今、何か、持っている男、森岡亮太

サポーターであってもなくても見ている者の胸に深く刻まれるゴールがある。
そんなゴールを日本代表に初選出されて注目を集める選手が決めたのだ。
森岡亮太は持っている。
日本代表の試合で与えられるプレー時間は多くはないだろうが、チャンスを掴む活躍を予感せざる得ない。

2014年8月30日 J1 第22節
セレッソ大阪 vs ヴィッセル神戸
(ヤンマースタジアム長居)
スコア: C大阪● ( 1 – 2 ) ○神戸

今、何か、持っている男、森岡亮太

前半飛ばしたセレッソは後半20分でガス欠になり前への勢いがなくなる。
逆にそれまで劣勢だった神戸は前に重心を置けるようになる。
森岡が下がって組み立てる必要がなくなり、森岡は本来のトップ下として仕事に専念する。
森岡はラストパスを出すだけでなく、自らシュートを撃つイメージでプレーするが韓国代表のキム・ジンヒョンに防がれる。

アディショナルタイム2分、ペナルティエリア内で囲まれながらペドロ・ジュニオールがドリブル突破を図り、ボールがこぼれたところを森岡は躊躇なしに利き足の逆の左足でゴールマウスのファーに蹴り込んだ。
もっと早く仕留められただろうと思わなくもないが、メディアから注目されている試合で劇的に決めるところが、「今、何か、持っている男、森岡亮太」である。

脱10番

森岡亮太を「典型的な10番」、「クラシックな司令塔」と評する人は多い。
守備はあまりしないが真ん中でスルーパスを連発するイメージが強いからだ。
しかし、そのプレースタイルは今年変わりつつある。

チームでベスト3に入る走行距離の多さ。
今年の神戸ではトップ下のポジションでありながら、実際はボランチのひとつ前のセントラルミッドフィルダーに近い。
下がり目で守備と攻撃とつなぐリンクマンとなり、パスが回る間に前に上がってラストパスを出す。
チャンスメーカーとリンクマンの両方をこなし、守備での労力も惜しまず上下運動を繰り返している。

森岡亮太はここがスゴい

森岡を見ていてスゴいと思うのは「ペナルティエリアの中での落ち着き」。
周りに敵がたくさんいる中でも決して慌てない。
またペナルティエリアの中にいても平常心で相手守備選手のポジションを冷静に見られるため、オフザボールでいい準備ができる。

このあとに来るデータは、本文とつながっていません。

"""Record an occupation from a RINEX observation file: its header pre-fills the session, the file is kept.

:func:`rinex_prefill` reads the header (``registry.io.rinex``) and checks it against the mark
without writing anything; :func:`occupation_from_rinex` records the occupation
(``registry.services.fieldwork.occupation_record``) and keeps the file as an attachment of kind
RINEX with its SHA-256, in one transaction, with an ``occupation_from_rinex`` audit row holding
what the header said. The page, the API and ``manage.py import_rinex`` all call these.

What a header may not say (the file is refused and nothing changes):

- it is not a RINEX observation file, is truncated, is Compact RINEX (Hatanaka), or its last
  observation comes before its first (``registry.io.rinex``);
- its approximate position lies more than ``REGISTRY["RINEX_MAX_OFFSET_M"]`` (default 100 m) from
  the mark's published position. A receiver's navigation solution is good to a few metres and the
  frames involved differ by about 2 m, so 100 m leaves room for a poor solution while catching a
  file recorded at another mark (demo marks in town are about 150 m apart at the closest);
- the same file (same SHA-256) is already attached to this mark.

Pre-filled fields: method static GNSS, start and end (header times converted to UTC), observer,
receiver (type, serial number, firmware), antenna (type, serial number), antenna height = the
header's ``ANTENNA: DELTA H`` taken as a vertical height mark → antenna reference point (its
meaning in every RINEX version), notes with the marker name and number, interval, satellite
systems and observation types. A non-zero east/north eccentricity is noted and warned about (the
occupation has no place for it; the session was not centred over the mark).

Hook for the movement check: an occupation from RINEX carries no result position (the header holds
no solution), so nothing here is compared with the published position; results come through
``position_propose`` (batch results, ``registry.services.occupation_batch``), where the check lives.
"""

from __future__ import annotations

import math
from dataclasses import dataclass, field
from typing import Any

from django.conf import settings
from django.core.exceptions import ValidationError
from django.core.files.base import ContentFile
from django.db import transaction

from registry.geodesy.conversions import geodetic_to_ecef
from registry.io.rinex import SYSTEM_NAMES, RinexError, RinexHeader, parse_rinex_header
from registry.models import Attachment, AttachmentKind, Mark, OccupationMethod, Position, PositionState
from registry.roles import Ability
from registry.services._input import field_error
from registry.services.access import access_mark_by_code
from registry.services.audit import audit_record
from registry.services.fieldwork import _max_bytes, attachment_add, occupation_record

DEFAULT_MAX_OFFSET_M = 100.0


def max_offset_m() -> float:
    return float(getattr(settings, "REGISTRY", {}).get("RINEX_MAX_OFFSET_M", DEFAULT_MAX_OFFSET_M))


@dataclass
class RinexPrefill:
    """What a RINEX header says, checked against the mark: the occupation fields and the warnings."""

    header: RinexHeader
    sha256: str
    size_bytes: int
    filename: str
    data: dict[str, Any]
    offset_m: float | None = None
    warnings: list[str] = field(default_factory=list)

    def as_dict(self) -> dict[str, Any]:
        data = dict(self.data)
        for key in ("start_utc", "end_utc"):
            if data.get(key) is not None:
                data[key] = data[key].isoformat().replace("+00:00", "Z")
        return {
            "file": self.filename,
            "sha256": self.sha256,
            "size_bytes": self.size_bytes,
            "header": self.header.as_dict(),
            "approx_offset_from_mark_m": None if self.offset_m is None else round(self.offset_m, 3),
            "occupation": data,
            "warnings": list(self.warnings),
        }


def _file_error(exc: RinexError) -> ValidationError:
    message = exc.message if exc.line is None else f"Line {exc.line}: {exc.message}"
    return field_error("file", message, f"rinex_{exc.code}", line=exc.line)


def _reference_position(mark: Mark) -> Position | None:
    return Position.objects.filter(mark=mark, state=PositionState.PUBLISHED).order_by("-decided_at", "-id").first()


def _notes(header: RinexHeader, filename: str) -> str:
    parts = [f"From the RINEX {header.version} header of {filename}."]
    if header.marker_name or header.marker_number:
        parts.append(f"Marker name {header.marker_name or '(none)'}, number {header.marker_number or '(none)'}.")
    if header.interval_s is not None:
        parts.append(f"Interval {header.interval_s:g} s.")
    systems = header.systems_text()
    if systems:
        parts.append(f"Systems: {systems}.")
    for letter, types in header.obs_types.items():
        parts.append(f"{SYSTEM_NAMES.get(letter, letter)} observation types: {' '.join(types)}.")
    if header.approx_xyz_m is not None:
        x, y, z = header.approx_xyz_m
        parts.append(f"Approximate position X {x:.4f} m, Y {y:.4f} m, Z {z:.4f} m.")
    if header.antenna_delta_e_m or header.antenna_delta_n_m:
        parts.append(
            f"Antenna eccentricity east {header.antenna_delta_e_m or 0:.4f} m, north {header.antenna_delta_n_m or 0:.4f} m."
        )
    return " ".join(parts)


def _join(*parts_with_labels: tuple[str, str]) -> str:
    main, *rest = parts_with_labels
    text = main[1]
    extra = [f"{label} {value}" for label, value in rest if value]
    if extra:
        text = f"{text} ({', '.join(extra)})" if text else ", ".join(extra)
    return text[:120]


def rinex_prefill(*, mark: Mark, content: bytes, filename: str) -> RinexPrefill:
    """Read and check a RINEX file for ``mark``; no write. A coded ``ValidationError`` on field ``file``."""
    import hashlib

    if not isinstance(content, bytes | bytearray) or not content:
        raise field_error("file", "The file is empty.", "empty_file")
    if len(content) > _max_bytes():
        raise field_error("file", "The file is larger than %(limit)d bytes.", "file_too_large", limit=_max_bytes())
    try:
        header = parse_rinex_header(bytes(content))
    except RinexError as exc:
        raise _file_error(exc) from None
    sha256 = hashlib.sha256(content).hexdigest()
    warnings: list[str] = []
    offset_m = None
    reference = _reference_position(mark)
    if header.approx_xyz_m is None:
        warnings.append("The header gives no approximate position; it could not be checked against the mark.")
    elif reference is None:
        warnings.append("The mark has no published position; the header's approximate position was not checked.")
    else:
        x, y, z = (float(v) for v in geodetic_to_ecef(reference.lat_deg, reference.lon_deg, reference.h_m))
        ax, ay, az = header.approx_xyz_m
        offset_m = math.sqrt((ax - x) ** 2 + (ay - y) ** 2 + (az - z) ** 2)
        if offset_m > max_offset_m():
            raise field_error(
                "file",
                "The header's approximate position is %(offset).0f m from the mark's published position "
                "(more than %(limit).0f m): this file does not look like a session on %(mark)s.",
                "rinex_far_from_mark",
                offset=offset_m,
                limit=max_offset_m(),
                mark=mark.code,
            )
    if header.marker_name and header.marker_name.upper() not in (mark.code.upper(), (mark.name or "").upper()):
        warnings.append(f"The header's marker name {header.marker_name!r} is not this mark's code {mark.code}.")
    if header.last_obs_utc is None:
        warnings.append("The header has no time of last observation; enter the end of the session.")
    if header.antenna_delta_e_m or header.antenna_delta_n_m:
        warnings.append(
            "The antenna was set off the mark (east/north eccentricity in the header); reduce the results "
            "to the mark before comparing them."
        )
    if Attachment.objects.filter(mark=mark, sha256=sha256).exists():
        raise field_error(
            "file",
            "This file (same SHA-256) is already attached to %(mark)s.",
            "rinex_already_attached",
            mark=mark.code,
        )
    data: dict[str, Any] = {
        "method": OccupationMethod.STATIC_GNSS,
        "start_utc": header.first_obs_utc,
        "end_utc": header.last_obs_utc,
        "observer": header.observer[:120],
        "receiver": _join(
            ("", header.receiver_type), ("s/n", header.receiver_number), ("firmware", header.receiver_version)
        ),
        "antenna": _join(("", header.antenna_type), ("s/n", header.antenna_number)),
        "antenna_height_measured_m": header.antenna_delta_h_m,
        "antenna_height_kind": "vertical",
        "notes": _notes(header, filename),
    }
    return RinexPrefill(
        header=header,
        sha256=sha256,
        size_bytes=len(content),
        filename=filename,
        data=data,
        offset_m=offset_m,
        warnings=warnings,
    )


class _DryRun(Exception):
    pass


def occupation_from_rinex(
    *,
    actor,
    mark_code: str,
    content: bytes,
    filename: str,
    data: dict[str, Any] | None = None,
    dry_run: bool = False,
) -> tuple[Any, RinexPrefill]:
    """Record an occupation pre-filled from a RINEX header and attach the file (technician or manager).

    ``data`` overrides pre-filled occupation fields (what a person corrected on the form; empty
    values are ignored). Returns ``(occupation, prefill)``; with ``dry_run`` everything is checked,
    the occupation is validated and rolled back, no file is stored, and ``occupation`` is ``None``.
    """
    mark = access_mark_by_code(actor, mark_code, ability=Ability.RECORD)
    prefill = rinex_prefill(mark=mark, content=content, filename=filename)
    values = {k: v for k, v in prefill.data.items() if v is not None and v != ""}
    for key, value in (data or {}).items():
        if value is not None and value != "":
            values[key] = value
    if values.get("end_utc") is None:
        raise field_error("end_utc", "The header has no time of last observation; give the end.", "required")
    occupation = None
    try:
        with transaction.atomic():
            occupation = occupation_record(actor=actor, mark_code=mark.code, data=values)
            if dry_run:
                raise _DryRun
            attachment = attachment_add(
                actor=actor,
                mark_code=mark.code,
                file=ContentFile(bytes(content), name=filename or "session.rnx"),
                kind=AttachmentKind.RINEX,
                occupation_id=occupation.pk,
                caption=f"RINEX {prefill.header.version} observation file",
            )
            try:
                audit_record(
                    actor=actor,
                    action="occupation_from_rinex",
                    obj=occupation,
                    after={
                        "attachment_id": attachment.pk,
                        "sha256": prefill.sha256,
                        "header": prefill.header.as_dict(),
                        "approx_offset_from_mark_m": prefill.offset_m,
                        "warnings": prefill.warnings,
                    },
                    mark=mark,
                )
            except BaseException:
                attachment.file.storage.delete(attachment.file.name)
                raise
    except _DryRun:
        occupation = None
    return occupation, prefill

今季神戸に加入したマルキーニョスとペドロ・ジュニオールを見ていて感じることは、ペナルティエリアの中でのプレーの質。
Jリーグの日本人選手に限らず、海外でプレーする日本代表の選手と比べても差がある。
代表選手レベルであれば、ペナルティエリアの外でのプレーで、マルキーニョスやペドロ・ジュニオールとの差はあまり感じない。
しかし、日本人選手はペナルティエリアの中でのプレーの質が格段に落ちてしまう。
ペナルティエリアの中でも平常心で質の高いプレーができる日本人は香川真司くらいだ。

日本人選手にはそうはいない、香川真司や外国人選手と同じものを森岡亮太は持っている。

さいごに

次はナビスコカップ準々決勝のガンバ戦。
今季初めての森岡抜きの試合、どんな試合を見せてくれるのか楽しみ。